Partisan d’une démarche constructive, l’Observatoire envisage d’ailleurs d’apporter sa pierre au «grand débat» lancé par Emmanuel Macron en publiant une douzaine de propositions «pour restaurer la confiance entre citoyens et pouvoirs publics». Le sujet sera abordé à l’occasion de la première assemblée générale de l’association, le 7 février.

La mairie de Paris veut adhérer au club

En attendant d’obtenir des réponses à ses (nombreuses) questions, de pouvoir boucler ses premières enquêtes et proposer des réformes législatives adaptées, le «commando» Dosière cherche des financements. L’association a bénéficié «non sans mal» d’une subvention de 30 000 euros de la part de Matignon. La mairie de Paris, qui compte devenir membre très bientôt en tant que personne morale, pourrait aussi donner un coup de main.

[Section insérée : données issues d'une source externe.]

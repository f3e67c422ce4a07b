#include "compare/fock/route.hpp"

#include <cmath>

#include "compare/other_chain.hpp"
#include "reference/quantity_values.hpp"
#include "reference/width.hpp"

namespace heraldgauge::compare::fock {
namespace {

using model::Quantity;
using model::QuantityKind;
using reference::Accuracy;
using reference::AngularProfile;
using reference::Basis;
using reference::Bounded;
using reference::Computed;
using reference::EndTable;
using reference::IntervalTables;

constexpr int most_attempts = 5;

// kept +- tail; what is left out of a sum of probabilities is not negative, but a departure's terms may be.
Interval widened(const Interval& kept, const Interval& tail) { return kept + reference::hull(tail, -tail); }

Computed<Interval> compute(IntervalTables& tables, const Case& point, const Quantity& quantity) {
  tables.begin_value();
  switch (quantity.kind) {
    case QuantityKind::visibility:
    case QuantityKind::visibility_deficit:
      return reference::visibility_quantity(tables, quantity.kind);
    case QuantityKind::key_fraction:
    case QuantityKind::key_rate:
      return reference::key_quantity(tables, point.chain, quantity.kind, tables.accuracy().bits);
    default:
      return reference::rational_quantity(tables, point.chain, quantity, point.pattern);
  }
}

CertifiedValue as_value(const Quantity& quantity, const Computed<Interval>& computed) {
  if (!computed.value) return {quantity, fast::Status::undefined, computed.undefined, std::nullopt};
  if (!computed.value->is_bounded()) {
    return {quantity, fast::Status::declined, "no bounded enclosure was reached", std::nullopt};
  }
  return {quantity, fast::Status::computed, "", reference::Enclosure{computed.value->lower(), computed.value->upper()}};
}

class Certifier {
 public:
  Certifier(const std::function<std::unique_ptr<reference::Route>()>& make_route, const Case& point, int digits)
      : make_route_(make_route), point_(point), digits_(digits) {
    const double bits = reference::bits_per_digit * (digits + 2);
    accuracy_ = {static_cast<reference::Precision>(bits) + 80, -bits - 8};
    const double log2_herald = make_route_()->herald(accuracy_).value.log2_mignitude();
    if (std::isfinite(log2_herald)) accuracy_.log2_tail += log2_herald;
    tables_.emplace(point_.chain, make_route_(), accuracy_);
  }

  CertifiedValue certify(const Quantity& quantity) {
    if (touches_capacities(quantity)) return certified_values_of(point_, {quantity}, digits_).front();
    for (int attempt = 1;; ++attempt) {
      const auto computed = compute(*tables_, point_, quantity);
      const bool met = !computed.value || reference::is_narrow_enough(*computed.value, computed.scale, digits_);
      if (met || attempt == most_attempts) return as_value(quantity, computed);
      const auto missing = reference::missing_bits(*computed.value, computed.scale, digits_);
      const double bits = missing ? std::fmax(*missing, 0) + 12 : 64;
      if (tables_->provenance().limited_by_tail) {
        accuracy_.log2_tail -= bits;
      } else {
        accuracy_.bits += static_cast<reference::Precision>(bits);
      }
      // Tables made anew never examine zeros by rules that hold for the model alone.
      tables_.emplace(point_.chain, make_route_(), accuracy_);
    }
  }

 private:
  const std::function<std::unique_ptr<reference::Route>()>& make_route_;
  const Case& point_;
  int digits_;
  Accuracy accuracy_{};
  std::optional<IntervalTables> tables_;
};

}  // namespace

FockRoute::Prepared FockRoute::prepared(const Accuracy& accuracy) const {
  std::vector<long> cuts = recipe_.cuts(chain_, setting_, accuracy.log2_tail);
  const Interval tail = recipe_.tail ? recipe_.tail(chain_, cuts, accuracy.bits) : Interval(accuracy.bits);
  return {cuts, Chain<Interval>(Arithmetic<Interval>{accuracy.bits}, described(recipe_, chain_, setting_, cuts)), tail};
}

Bounded<Interval> FockRoute::herald(const Accuracy& accuracy) const {
  const Prepared ready = prepared(accuracy);
  const Interval kept = ready.chain.herald().front();
  return {chain_.station_count() == 0 ? kept : widened(kept, ready.tail), ready.cuts, ready.tail};
}

Bounded<EndTable<Interval>> FockRoute::ends(Basis basis, const Accuracy& accuracy) const {
  const Prepared ready = prepared(accuracy);
  EndTable<Interval> table = ready.chain.ends(basis).front();
  for (auto& row : table.joint) {
    for (Interval& entry : row) entry = widened(entry, ready.tail);
  }
  return {table, ready.cuts, ready.tail};
}

Bounded<Interval> FockRoute::pattern(const model::Pattern& pattern, const Accuracy& accuracy) const {
  const Prepared ready = prepared(accuracy);
  return {widened(ready.chain.pattern(pattern).front(), ready.tail), ready.cuts, ready.tail};
}

AngularProfile FockRoute::profile(const Accuracy& accuracy) const {
  const Prepared ready = prepared(accuracy);
  const long points = 2 * ready.cuts.back() + 1;
  std::vector<Rational> angles;
  for (long j = 0; j < points; ++j) angles.push_back(Rational(180 * j, points));
  for (Rational& angle : angles) angle.canonicalize();
  std::vector<Interval> values;
  for (const auto& by_total : ready.chain.coincidences(angles)) values.push_back(by_total.front());
  AngularProfile profile = profile_from(values);
  profile.cutoff = ready.cuts;
  // What is left out lies within +-tail: below the mean by tail, it lies in [0, 2 tail].
  profile.cosine[0] -= ready.tail;
  profile.tail = ready.tail * 2L;
  return profile;
}

AngularProfile profile_from(const std::vector<Interval>& values) {
  const auto points = static_cast<long>(values.size());
  const reference::Precision bits = values.front().precision();
  AngularProfile profile{{}, {}, {Interval(bits), Interval(bits), Interval(bits)}, Interval(bits), {}};
  for (long q = 0; q <= points / 2; ++q) {
    Interval cosine(bits), sine(bits);
    for (long j = 0; j < points; ++j) {
      Rational degrees(360 * (q * j % points), points);
      degrees.canonicalize();
      cosine += values[static_cast<std::size_t>(j)] * reference::cosine_of_degrees(degrees, bits);
      sine += values[static_cast<std::size_t>(j)] * reference::sine_of_degrees(degrees, bits);
    }
    const Interval share(Rational(q == 0 ? 1 : 2) / Rational(points), bits);
    profile.cosine.push_back(cosine * share);
    profile.sine.push_back(q == 0 ? Interval(bits) : sine * share);
  }
  return profile;
}

std::vector<CertifiedValue> certified_by(const std::function<std::unique_ptr<reference::Route>()>& make_route,
                                         const Case& point, const std::vector<Quantity>& quantities, int digits) {
  Certifier certifier(make_route, point, digits);
  std::vector<CertifiedValue> values;
  for (const Quantity& quantity : quantities) values.push_back(certifier.certify(quantity));
  return values;
}

}  // namespace heraldgauge::compare::fock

Une association qui scrute la dépense publique, notamment des collectivités, soutenue matériellement par des collectivités? René Dosière assure qu’il n’y a pas de contradiction, en rappelant le but non-lucratif de l’Observatoire et l’absence de rémunération de ses membres. En outre, précise-t-il, tout concours financier sera évidemment mentionné dans le rapport annuel du think-tank. La transparence, cela vaut pour tout le monde.